Frequently Asked Questions

Who is subject to NYC commercial rent tax?

About. This tax is levied on tenants who pay at least $250,000 in rent per year and occupy or use commercial property in Manhattan south of the 96th Street centerline.

How the commercial rent is taxed in India?

From the fiscal year 20-21 onwards, the payer of rent must deduct 10% income tax at the source of the rent for the property that exceeds Rs. 2.40 lakh per year. TDS applies to both residential and commercial properties. TDS will be exempt from GST.

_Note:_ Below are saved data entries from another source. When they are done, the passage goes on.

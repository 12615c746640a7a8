"""Fitting one imputation model and drawing values for the missing cases.

One function per method, each ``(y_obs, X_obs, X_mis, rng, proper, ...) ->
values`` over numpy arrays (X without the constant; it is added here). With
``proper=True`` the model's parameters are first drawn from their approximate
posterior, as multiple imputation needs:

- linear model: σ*² = σ̂²(n−p)/g with g ~ χ²(n−p), then β* ~ N(β̂, σ*²(XᵀX)⁻¹);
- logistic / multinomial logistic: β* ~ N(β̂, V̂), V̂ the inverse information.

References
----------
Rubin, D. B. (1987). *Multiple Imputation for Nonresponse in Surveys*. Wiley, sec. 5.3.
Little, R. J. A. (1988). Missing-data adjustments in large surveys. *Journal of Business
& Economic Statistics* 6(3), 287–296 (predictive mean matching).
Morris, T. P., White, I. R. and Royston, P. (2014). Tuning multiple imputation by
predictive mean matching and local residual draws. *BMC Medical Research Methodology* 14, 75.
van Buuren, S. and Groothuis-Oudshoorn, K. (2011). Multivariate imputation by chained
equations. *Journal of Statistical Software* 45(3), 1–67.
"""

from __future__ import annotations

import warnings
from typing import Literal, NamedTuple

import numpy as np
import statsmodels.api as sm
from scipy.linalg import cho_factor, cho_solve

__all__ = ["draw_norm", "draw_pmm", "draw_logistic", "draw_multinomial", "draw_values", "draw_values_const", "METHODS",
           "ModelFailure", "ols_fit", "LinearFit", "match_k_nearest", "distinct_columns"]

#: Model-based methods understood by :func:`draw_values`.
METHODS = ("regression", "pmm", "logistic", "multinomial")


class ModelFailure(Exception):
    """The imputation model could not be fitted (too few cases, separation, singular fit)."""


def distinct_columns(x: np.ndarray) -> np.ndarray:
    """Positions (ascending) of the first of each set of identical columns of a 2-D float array.

    Same result as ``np.unique(x.T, axis=0, return_index=True)[1]``, sorted (−0.0 counts as
    0.0), at the cost of one pass over a few rows: the columns are first grouped by their
    values in up to 64 evenly spaced rows (identical columns agree there), and only the
    columns of a group with more than one member are compared in full.
    """
    p = x.shape[1]
    if p <= 1:
        return np.arange(p)
    if not x.shape[0]:
        return np.arange(1)                              # columns without rows are all alike
    rows = np.unique(np.linspace(0, x.shape[0] - 1, min(x.shape[0], 64)).astype(np.int64))
    sample = np.ascontiguousarray(x[rows].T, dtype=np.float64) + 0.0   # +0.0 turns −0.0 into 0.0
    keys = sample.view(np.dtype((np.void, sample.dtype.itemsize * sample.shape[1]))).ravel()
    _, group = np.unique(keys, return_inverse=True)
    group = group.ravel()
    counts = np.bincount(group)
    if counts.max() == 1:
        return np.arange(p)
    firsts = [c for c in range(p) if counts[group[c]] == 1]
    for g in np.flatnonzero(counts > 1):
        left = list(np.flatnonzero(group == g))          # ascending column positions
        while left:
            head, rest = left[0], left[1:]
            firsts.append(head)
            left = [c for c in rest if not np.array_equal(x[:, c], x[:, head], equal_nan=True)]
    return np.sort(np.asarray(firsts, dtype=np.int64))


def _with_const(x: np.ndarray) -> np.ndarray:
    return np.column_stack([np.ones(x.shape[0]), x]) if x.size else np.ones((x.shape[0], 1))


class LinearFit(NamedTuple):
    """The parts of an OLS fit the draws need (same meaning as in statsmodels' OLSResults)."""

    params: np.ndarray
    scale: float                  # σ̂² = SSR / (n − p)
    df_resid: float
    normalized_cov_params: np.ndarray   # (XᵀX)⁻¹
    resid: np.ndarray


def ols_fit(y: np.ndarray, x: np.ndarray) -> LinearFit:
    """OLS by the normal equations (Cholesky), falling back to statsmodels' pseudo-inverse
    fit when XᵀX is ill-conditioned. The fast path matters: chained equations fit
    thousands of models; tests check it against ``statsmodels.OLS``."""
    if y.size < x.shape[1] + 2:
        raise ModelFailure(f"only {y.size} observed case(s) for {x.shape[1]} parameters")
    xtx = x.T @ x
    try:
        if np.linalg.cond(xtx) > 1e10:  # near-collinear predictors: common practice, no source
            raise np.linalg.LinAlgError
        cho = cho_factor(xtx)
        beta = cho_solve(cho, x.T @ y)
        inv = cho_solve(cho, np.eye(xtx.shape[0]))
        resid = y - x @ beta
        df = float(y.size - x.shape[1])
        return LinearFit(params=beta, scale=float(resid @ resid) / df, df_resid=df,
                         normalized_cov_params=inv, resid=resid)
    except np.linalg.LinAlgError:
        with warnings.catch_warnings():
            warnings.simplefilter("ignore")  # rank deficiency is expected here; pinv handles it
            res = sm.OLS(y, x).fit()
        return LinearFit(params=np.asarray(res.params), scale=float(res.scale), df_resid=float(res.df_resid),
                         normalized_cov_params=np.asarray(res.normalized_cov_params),
                         resid=np.asarray(res.resid))


def _mvn(mean: np.ndarray, cov: np.ndarray, rng: np.random.Generator) -> np.ndarray:
    if not np.all(np.isfinite(cov)):
        raise ModelFailure("parameter covariance is not finite")
    return rng.multivariate_normal(mean, cov, method="eigh")


def _ols_draw(res, rng: np.random.Generator, proper: bool) -> tuple[np.ndarray, float]:
    """(β*, σ*) — a posterior draw when ``proper``, else (β̂, σ̂)."""
    beta, s2 = np.asarray(res.params), float(res.scale)
    if not proper:
        return beta, np.sqrt(s2)
    df = max(float(res.df_resid), 1.0)
    s2_star = s2 * df / rng.chisquare(df)
    beta_star = _mvn(beta, s2_star * np.asarray(res.normalized_cov_params), rng)
    return beta_star, np.sqrt(s2_star)


def draw_norm(y_obs: np.ndarray, x_obs: np.ndarray, x_mis: np.ndarray, rng: np.random.Generator, *,
              proper: bool = False, residuals: Literal["normal", "observed"] = "normal") -> np.ndarray:
    """Linear regression prediction plus a random residual.

    ``residuals="normal"`` adds N(0, σ*²); ``"observed"`` adds a randomly chosen
    observed residual, rescaled by σ*/σ̂.
    """
    return _norm(y_obs, _with_const(x_obs), _with_const(x_mis), rng, proper, residuals)


def _norm(y_obs, xo, xm, rng, proper, residuals):
    res = ols_fit(y_obs, xo)
    beta, sigma = _ols_draw(res, rng, proper)
    pred = xm @ beta
    if residuals == "observed":
        e = np.asarray(res.resid)
        scale = sigma / np.sqrt(res.scale) if res.scale > 0 else 1.0
        return pred + scale * e[rng.integers(0, e.size, size=pred.size)]
    return pred + rng.normal(0.0, sigma, size=pred.size)


def _stable_order(v: np.ndarray) -> np.ndarray:
    """``np.argsort(v, kind="stable")``, by the faster unstable sort when no two values tie
    (then both orders are the same)."""
    order = np.argsort(v)
    sv = v[order]
    if sv.size > 1 and (np.isnan(sv[-1]) or bool((sv[1:] == sv[:-1]).any())):
        return np.argsort(v, kind="stable")
    return order


def match_k_nearest(donor_pred: np.ndarray, rec_pred: np.ndarray, k: int,
                    rng: np.random.Generator) -> np.ndarray:
    """Per recipient, the index of a random one of the ``k`` donors with the closest prediction.

    Vectorized: donors are sorted by prediction; the k nearest of a recipient lie
    in the window of k donors on either side of its insertion point.
    """
    n = donor_pred.size
    k = max(1, min(k, n))
    order = _stable_order(donor_pred)
    sp = donor_pred[order]
    by_pred = np.argsort(rec_pred)          # sorted queries search faster; same positions
    pos = np.empty(rec_pred.size, dtype=np.intp)
    pos[by_pred] = np.searchsorted(sp, rec_pred[by_pred])
    cand = pos[:, None] + np.arange(-k, k)[None, :]
    inside = (cand >= 0) & (cand < n)
    cand_c = np.clip(cand, 0, n - 1)
    dist = np.where(inside, np.abs(sp[cand_c] - rec_pred[:, None]), np.inf)
    # Random tie-break among equally close donors.
    dist = dist + rng.random(dist.shape) * 1e-12 * (1.0 + np.abs(rec_pred[:, None]))
    nearest = np.argpartition(dist, k - 1, axis=1)[:, :k]
    pick = nearest[np.arange(rec_pred.size), rng.integers(0, k, size=rec_pred.size)]
    return order[cand_c[np.arange(rec_pred.size), pick]]


def draw_pmm(y_obs: np.ndarray, x_obs: np.ndarray, x_mis: np.ndarray, rng: np.random.Generator, *,
             proper: bool = False, k: int = 5) -> np.ndarray:
    """Predictive mean matching: each recipient takes the observed value of a random one of
    the ``k`` donors whose predicted mean is closest to its own (default k = 5).

    Donor predictions use β̂; recipient predictions use β* when ``proper``
    (type-1 matching, van Buuren & Groothuis-Oudshoorn 2011). Only observed
    values can come out.
    """
    return _pmm(y_obs, _with_const(x_obs), _with_const(x_mis), rng, proper, k)


def _pmm(y_obs, xo, xm, rng, proper, k):
    res = ols_fit(y_obs, xo)
    beta_star, _ = _ols_draw(res, rng, proper)
    idx = match_k_nearest(xo @ np.asarray(res.params), xm @ beta_star, k, rng)
    return y_obs[idx]


def _fit_discrete(model):
    with warnings.catch_warnings():
        warnings.simplefilter("ignore")
        try:
            res = model.fit(disp=0, method="newton", maxiter=100)
        except Exception as exc:  # separation, singular Hessian: statsmodels raises several types
            raise ModelFailure(f"model did not fit ({type(exc).__name__})") from exc
    converged = bool(res.mle_retvals.get("converged", True)) if hasattr(res, "mle_retvals") else True
    if not converged:
        raise ModelFailure("model did not converge (perhaps perfect prediction)")
    return res


def draw_logistic(y_obs: np.ndarray, x_obs: np.ndarray, x_mis: np.ndarray, rng: np.random.Generator, *,
                  proper: bool = False) -> np.ndarray:
    """Binary item by logistic regression: draw each value with its predicted probability."""
    return _logistic(y_obs, _with_const(x_obs), _with_const(x_mis), rng, proper)


def _logistic(y_obs, xo, xm, rng, proper):
    cats = np.unique(y_obs)
    if cats.size != 2:
        raise ModelFailure(f"logistic model needs exactly two observed values, found {cats.size}")
    if y_obs.size < xo.shape[1] + 2:
        raise ModelFailure(f"only {y_obs.size} observed case(s) for {xo.shape[1]} parameters")
    res = _fit_discrete(sm.Logit((y_obs == cats[1]).astype(float), xo))
    beta = np.asarray(res.params)
    if proper:
        beta = _mvn(beta, np.asarray(res.cov_params()), rng)
    p = 1.0 / (1.0 + np.exp(-(xm @ beta)))
    return np.where(rng.random(p.size) < p, cats[1], cats[0])


def draw_multinomial(y_obs: np.ndarray, x_obs: np.ndarray, x_mis: np.ndarray, rng: np.random.Generator, *,
                     proper: bool = False) -> np.ndarray:
    """Categorical item by multinomial logistic regression (statsmodels MNLogit)."""
    return _multinomial(y_obs, _with_const(x_obs), _with_const(x_mis), rng, proper)


def _multinomial(y_obs, xo, xm, rng, proper):
    cats, codes = np.unique(y_obs, return_inverse=True)
    if cats.size < 2:
        raise ModelFailure("multinomial model needs at least two observed values")
    n_par = xo.shape[1] * (cats.size - 1)
    if y_obs.size < n_par + 2:
        raise ModelFailure(f"only {y_obs.size} observed case(s) for {n_par} parameters")
    res = _fit_discrete(sm.MNLogit(codes, xo))
    params = np.asarray(res.params)                      # (p, K-1)
    if proper:
        # statsmodels orders the flat parameter vector equation by equation (column-major).
        flat = _mvn(params.ravel(order="F"), np.asarray(res.cov_params()), rng)
        params = flat.reshape(params.shape, order="F")
    eta = np.column_stack([np.zeros(xm.shape[0]), xm @ params])
    eta -= eta.max(axis=1, keepdims=True)
    prob = np.exp(eta)
    prob /= prob.sum(axis=1, keepdims=True)
    u = rng.random(prob.shape[0])[:, None]
    pick = np.minimum((np.cumsum(prob, axis=1) < u).sum(axis=1), cats.size - 1)
    return cats[pick]


def draw_values(method: str, y_obs: np.ndarray, x_obs: np.ndarray, x_mis: np.ndarray,
                rng: np.random.Generator, *, proper: bool = False, k: int = 5,
                residuals: Literal["normal", "observed"] = "normal") -> tuple[np.ndarray, str | None]:
    """Values for the missing cases by ``method``; falls back to PMM, then to a random
    observed value, when a model cannot be fitted. Returns (values, note on any fallback).

    Predictor columns constant among the observed cases, or repeating an earlier column
    there, are left out first (they carry no information and make the fit singular).
    """
    if x_obs.shape[1]:
        keep = np.ptp(x_obs, axis=0) > 0 if x_obs.shape[0] else np.zeros(x_obs.shape[1], bool)
        x_obs, x_mis = x_obs[:, keep], x_mis[:, keep]
        first = distinct_columns(x_obs)
        x_obs, x_mis = x_obs[:, first], x_mis[:, first]
    return _draw(method, y_obs, _with_const(x_obs), _with_const(x_mis), rng, proper, k, residuals)


def draw_values_const(method: str, y_obs: np.ndarray, x_obs: np.ndarray, x_mis: np.ndarray,
                      rng: np.random.Generator, *, proper: bool = False, k: int = 5,
                      residuals: Literal["normal", "observed"] = "normal") -> tuple[np.ndarray, str | None]:
    """:func:`draw_values` for predictor matrices whose first column is already the constant.

    The same columns are left out, with the same result and the same random draws, without
    copying the matrices when nothing is left out (chained equations call this thousands of
    times on large files).
    """
    rest = x_obs[:, 1:]
    if rest.shape[1]:
        keep = np.ptp(rest, axis=0) > 0 if rest.shape[0] else np.zeros(rest.shape[1], bool)
        cols = np.flatnonzero(keep)
        if cols.size:
            cols = cols[distinct_columns(rest[:, cols] if cols.size < keep.size else rest)]
        if cols.size < keep.size:
            take = np.concatenate([[0], cols + 1])
            # column-major, as draw_values' own column selection leaves them (same rounding)
            x_obs, x_mis = np.asfortranarray(x_obs[:, take]), np.asfortranarray(x_mis[:, take])
    return _draw(method, y_obs, x_obs, x_mis, rng, proper, k, residuals)


def _draw(method, y_obs, xo, xm, rng, proper, k, residuals) -> tuple[np.ndarray, str | None]:
    """The draw on predictor matrices with the constant in column 0, and the fallbacks."""
    try:
        if method == "regression":
            return _norm(y_obs, xo, xm, rng, proper, residuals), None
        if method == "logistic":
            return _logistic(y_obs, xo, xm, rng, proper), None
        if method == "multinomial":
            return _multinomial(y_obs, xo, xm, rng, proper), None
        return _pmm(y_obs, xo, xm, rng, proper, k), None
    except ModelFailure as exc:
        first = str(exc)
    if method != "pmm":
        try:
            return _pmm(y_obs, xo, xm, rng, proper, k), f"{method} failed ({first}); used pmm"
        except ModelFailure:
            pass
    return y_obs[rng.integers(0, y_obs.size, size=xm.shape[0])], \
        f"{method} failed ({first}); drew random observed values"
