"""Result records shared by the imputation methods.

Every method returns a frozen record that carries the completed data *and*
what the method cost: how many cells were filled per item, which donors or
models were used, and the cautions that apply to the method.
"""

from __future__ import annotations

from dataclasses import dataclass
from typing import Sequence

import numpy as np
import pandas as pd

__all__ = ["ImputationResult", "MNAR_CAUTION", "flag_columns", "as_float_frame", "check_columns"]

#: Shown with every imputation result and in the command help.
MNAR_CAUTION = (
    "Imputation does not repair data missing not at random (MNAR): if whether an answer is "
    "missing depends on the answer itself, after allowing for the classes and covariates used, "
    "the completed data stay biased. Follow your organization's methodology standards."
)


@dataclass(frozen=True, kw_only=True)
class ImputationResult:
    """A completed copy of the data plus a record of every filled cell.

    Attributes
    ----------
    data
        The completed frame (a copy; the input is never modified).
    imputed
        Boolean frame, same index as ``data``, one column per treated item:
        True where the value was filled in by the method.
    method
        Short method name (``"mean"``, ``"hotdeck"``, ``"pmm"``, ...).
    unfilled
        Per item, the number of missing cells the method could not fill.
    notes
        What the method did that a reader of the output should know
        (collapsed classes, fallbacks, donor limits, ...).
    cautions
        Method-specific cautions, always ending with :data:`MNAR_CAUTION`.
    """

    data: pd.DataFrame
    imputed: pd.DataFrame
    method: str
    unfilled: pd.Series
    notes: tuple[str, ...] = ()
    cautions: tuple[str, ...] = (MNAR_CAUTION,)

    @property
    def n_imputed(self) -> pd.Series:
        """Number of filled cells per item."""
        return self.imputed.sum().astype("int64")

    def flags(self, suffix: str = "_imp") -> pd.DataFrame:
        """One 0/1 ``int8`` flag column per item (``<item><suffix>``)."""
        return flag_columns(self.imputed, suffix=suffix)

    def summary(self) -> str:
        """A few lines of plain text: counts, notes and cautions."""
        lines = [f"method: {self.method}"]
        for item, n in self.n_imputed.items():
            left = int(self.unfilled.get(item, 0))
            lines.append(f"  {item}: {n:,} imputed" + (f", {left:,} left missing" if left else ""))
        lines += [f"note: {n}" for n in self.notes]
        lines += [f"caution: {c}" for c in self.cautions]
        return "\n".join(lines)


def flag_columns(imputed: pd.DataFrame, *, suffix: str = "_imp") -> pd.DataFrame:
    """Turn a boolean ``imputed`` frame into ``<item><suffix>`` int8 flag columns."""
    out = imputed.astype("int8")
    out.columns = [f"{c}{suffix}" for c in imputed.columns]
    return out


def as_float_frame(data: pd.DataFrame, items: Sequence[str]) -> np.ndarray:
    """Items as a float64 array with NaN for missing (pandas NA included)."""
    return data.loc[:, list(items)].astype("float64").to_numpy(copy=True)


def check_columns(data: pd.DataFrame, names: Sequence[str], *, numeric: bool = False,
                  role: str = "item") -> None:
    """Raise one :class:`~skipwise.errors.SkipwiseError` listing every absent or non-numeric column."""
    from skipwise.errors import Category, Problem, ProblemCode, SkipwiseError, did_you_mean

    problems: list[Problem] = []
    for name in names:
        if name not in data.columns:
            problems.append(Problem(
                code=ProblemCode.MISSING_COLUMN, category=Category.DATA, item=str(name),
                message=f"{role} column '{name}' is not in the data",
                hint=did_you_mean(str(name), map(str, data.columns)) or "check the column name"))
        elif numeric and not (pd.api.types.is_numeric_dtype(data[name])
                              or pd.api.types.is_bool_dtype(data[name])):
            problems.append(Problem(
                code=ProblemCode.BAD_DATA, category=Category.DATA, item=str(name),
                message=f"{role} column '{name}' is not numeric (dtype {data[name].dtype})",
                hint="recode it to numbers, or use a hot-deck or mode method for it"))
    if problems:
        raise SkipwiseError(problems)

Is commercial rent tax deductible?

Obtaining a commercial lease

You can claim your rent as a tax deduction if you leased commercial property to run your business.

When did NYC commercial rent tax start?

1963
By doing so, you have not only accepted the lease’s duties and obligations as a tenant, but you have also entered the world of the New York City (NYC) Commercial Rent Tax (CRT). CRT is a mysterious tax that was first implemented in 1963 in order to increase the city of New York’s tax revenue.